/**
 * What an entry of the job log says, for the phone and the desk alike. Names come from the code book;
 * without one, or for an id it does not know, the id stands for itself.
 */
import { type BookIndex, wordName } from '@/lib/diag/book-index'
import { codeAsShown, explainCode } from '@/lib/diag/code-words'
import type { LogBody, LogKind } from '@/lib/model/log-entry'
import { assertNever } from '@/lib/model/result'
import { seconds } from '../field/times'
import { counted, MACHINE_WORDS, PEOPLE_WORDS, sentence, WAY_OUT_WORDS } from '../field/words'
import { asTypedOnScreen } from '../reading-strip/figures'
import { unitLabel } from '../reading-strip/unit-words'
import { verdictWords } from '../reading-strip/verdict'
import type { LogShape } from '../ui/log-icon'
import { codeMeans, contextWords } from './code-sentences'

/** An entry as it is shown: the shape and the word of its kind, a title, and what is said under it. */
export type EntryWords = { shape: LogShape; kind: string; title: string; lines: string[] }

type Said = Pick<EntryWords, 'title' | 'lines'>
type Book = BookIndex | null
type Of<K extends LogKind> = Extract<LogBody, { kind: K }>

/** Shape and word of each kind: the word always stands beside the shape. */
const KINDS: Record<LogKind, { shape: LogShape; word: string }> = {
  symptom: { shape: 'triangle', word: 'Symptom' },
  code: { shape: 'diamond', word: 'Code' },
  codesUnreadable: { shape: 'diamond', word: 'Codes' },
  codesCleared: { shape: 'diamond', word: 'Codes' },
  check: { shape: 'gauge', word: 'Check' },
  couldNot: { shape: 'gauge', word: 'Check' },
  reading: { shape: 'gauge', word: 'Reading' },
  swap: { shape: 'hexagon', word: 'Swap' },
  fix: { shape: 'flag', word: 'Fix' },
  proofRun: { shape: 'flag', word: 'Proof run' },
  photo: { shape: 'frame', word: 'Photo' },
  voice: { shape: 'frame', word: 'Voice note' },
  note: { shape: 'ring', word: 'Note' },
  people: { shape: 'ring', word: 'People' },
  wayOut: { shape: 'flag', word: 'Way out' },
  correction: { shape: 'ring', word: 'Correction' },
}

const READ_AGAIN = {
  notYet: 'Not read again yet.',
  noneBack: 'Read again: none came back.',
  back: 'Read again: codes came back.',
}
const STEPS = {
  spareFitted: 'Spare fitted',
  oldRefitted: 'Old part refitted',
  newFitted: 'New part fitted',
}
const PART_FROM = {
  bag: 'from the bag',
  twin: 'from a machine of the same model',
  shop: 'from the shop',
}

/** What an entry says, whole. */
export function entryWords(body: LogBody, book: Book): EntryWords {
  return { shape: KINDS[body.kind].shape, kind: kindWord(body), ...said(body, book) }
}

/** The word of a kind by its name; undefined for one this version does not know. */
export const kindName = (kind: string): string | undefined =>
  Object.hasOwn(KINDS, kind) ? KINDS[kind as LogKind].word : undefined

/** The word of its kind; a fix that holds only for a while is a temporary measure. */
export const kindWord = (body: LogBody): string =>
  body.kind === 'fix' && body.temporary !== null ? 'Temporary measure' : KINDS[body.kind].word

/** What an entry says inside another sentence: "ruled out by ...", "why", "taken back". */
export function entryMention(body: LogBody, book: Book): string {
  switch (body.kind) {
    case 'reading': {
      const whose = body.subject === 'knownGood' ? ' on a known-good part' : ''
      const figure = `${body.overRange ? 'over ' : ''}${asTypedOnScreen(body.asTyped)} ${unitLabel(body.quantity, body.unit)}`
      const verdict = verdictWords(body.result?.verdict ?? null)
      return `${checkName(body.checkId, book)}${whose}: ${figure}, ${verdict}`
    }
    case 'swap': {
      const name = book?.swaps.get(body.swapId)?.name ?? body.swapId
      return `${name}: ${STEPS[body.step].toLowerCase()}, ${faultAfter(body)}`
    }
    case 'code':
      return body.seen.format === 'asShown' ? `code ${body.seen.text}` : codeAsShown(body.seen)
    case 'fix':
    case 'proofRun':
      return `${kindWord(body).toLowerCase()}: ${said(body, book).title}`
    default:
      return said(body, book).title
  }
}

function said(body: LogBody, book: Book): Said {
  switch (body.kind) {
    case 'symptom':
      return symptom(body, book)
    case 'code':
      return code(body, book)
    case 'codesUnreadable':
      return say('Codes could not be read', body.reason)
    case 'codesCleared':
      return say('Codes cleared', READ_AGAIN[body.readAgain])
    case 'check':
      return check(body, book)
    case 'couldNot':
      return say(`${checkName(body.checkId, book)}: could not`, body.reason)
    case 'reading':
      return reading(body, book)
    case 'swap':
      return swap(body, book)
    case 'fix':
      return fix(body, book)
    case 'proofRun':
      return proofRun(body)
    case 'photo':
      return say(body.caption ?? 'Photo')
    case 'voice':
      return say(body.caption ?? 'Voice note', `${seconds(body.voice.seconds)}.`)
    case 'note':
      return say(body.words)
    case 'people':
      return say(`People: ${PEOPLE_WORDS[body.to].toLowerCase()}`, body.words)
    case 'wayOut':
      return wayOut(body)
    case 'correction':
      return say('Correction', body.reason)
    default:
      return assertNever(body)
  }
}

/** A title and the lines there are. */
const say = (title: string, ...lines: (string | null)[]): Said => ({
  title,
  lines: lines.filter((line): line is string => line !== null && line !== ''),
})

const checkName = (id: string, book: Book): string => book?.checks.get(id)?.name ?? id

function symptom(body: Of<'symptom'>, book: Book): Said {
  const item = book?.symptoms.get(body.symptom)
  const when = body.conditions.map((id) => item?.conditions.find((c) => c.id === id)?.name ?? id)
  const listed = sentence(when.map(lowerFirst).join(', '))
  return say(
    item?.name ?? body.symptom,
    body.words === null ? null : `“${body.words}”`,
    listed === '' ? null : `${listed}.`,
  )
}

const lowerFirst = (text: string): string => `${text.charAt(0).toLowerCase()}${text.slice(1)}`

const code = (body: Of<'code'>, book: Book): Said =>
  say(
    codeAsShown(body.seen),
    book === null ? null : codeMeans(explainCode(book, body.seen)),
    contextWords(body.context),
  )

function check(body: Of<'check'>, book: Book): Said {
  const found = book?.checks.get(body.checkId)?.outcomes.find(({ id }) => id === body.outcome)
  return say(
    `${checkName(body.checkId, book)}: ${found?.name ?? body.outcome}`,
    found === undefined ? null : found.good ? 'Counts as good.' : 'Counts as bad.',
    body.asWritten ? null : `Done differently: ${body.differed || 'not said how'}`,
  )
}

function reading(body: Of<'reading'>, book: Book): Said {
  const leads = body.nulled ? ', leads nulled' : ', leads not nulled'
  return say(
    checkName(body.checkId, book),
    body.subject === 'knownGood' ? 'On a known-good part.' : null,
    `${body.meterName}${body.quantity === 'resistance' ? leads : ''}.`,
  )
}

const faultAfter = ({ faultPresent }: Of<'swap'>): string =>
  faultPresent === null ? 'not tried' : faultPresent ? 'fault there' : 'fault gone'

/** Where the part came from is said of the good part, not of the old one. */
function swap(body: Of<'swap'>, book: Book): Said {
  const item = book?.swaps.get(body.swapId)
  const part = item && book ? wordName(book, 'part', item.part) : body.swapId
  const from = body.step === 'oldRefitted' ? '' : `, ${PART_FROM[body.partFrom]}`
  const words = body.partWords ? `, ${body.partWords}` : ''
  return say(`${STEPS[body.step]}: ${faultAfter(body)}`, `${part}${from}${words}.`)
}

function fix(body: Of<'fix'>, book: Book): Said {
  const { temporary } = body
  return say(
    body.words,
    `${book?.faults.get(body.fault)?.name ?? body.fault}.`,
    temporary && `Temporary measure. Limit: ${stop(temporary.limit)}`,
    temporary && `To undo: ${stop(temporary.undo)}`,
  )
}

/** Ends a typed sentence with a full stop, unless it has an end. */
const stop = (text: string): string => (/[.!?]$/.test(text) ? text : `${text}.`)

function proofRun(body: Of<'proofRun'>): Said {
  const runs = `${counted(body.starts, 'start')}, ${body.minutes} min`
  const times = body.faults === 1 ? 'once' : `${body.faults} times`
  return say(
    body.faults === 0 ? `${runs} without the fault` : `${runs}, the fault came ${times}`,
    body.hot ? 'Hot.' : 'Not hot.',
    body.boundExact === null
      ? null
      : `Up to ${Math.round(body.boundExact * 100)} of 100 starts could still show it (one-sided 95 %).`,
    body.words,
  )
}

function wayOut(body: Of<'wayOut'>): Said {
  const people = `People: ${PEOPLE_WORDS[body.peopleState].toLowerCase()}.`
  const machine = `Machine: ${MACHINE_WORDS[body.machineState].toLowerCase()}.`
  return say(WAY_OUT_WORDS[body.wayOut], body.reasons, `${people} ${machine}`)
}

——

> **Task instructions**
Copy every line in the data above that has the string "does" in it.

> **Task solution**
 * without one, or for an id it does not know, the id stands for itself.
/** The word of a kind by its name; undefined for one this version does not know. */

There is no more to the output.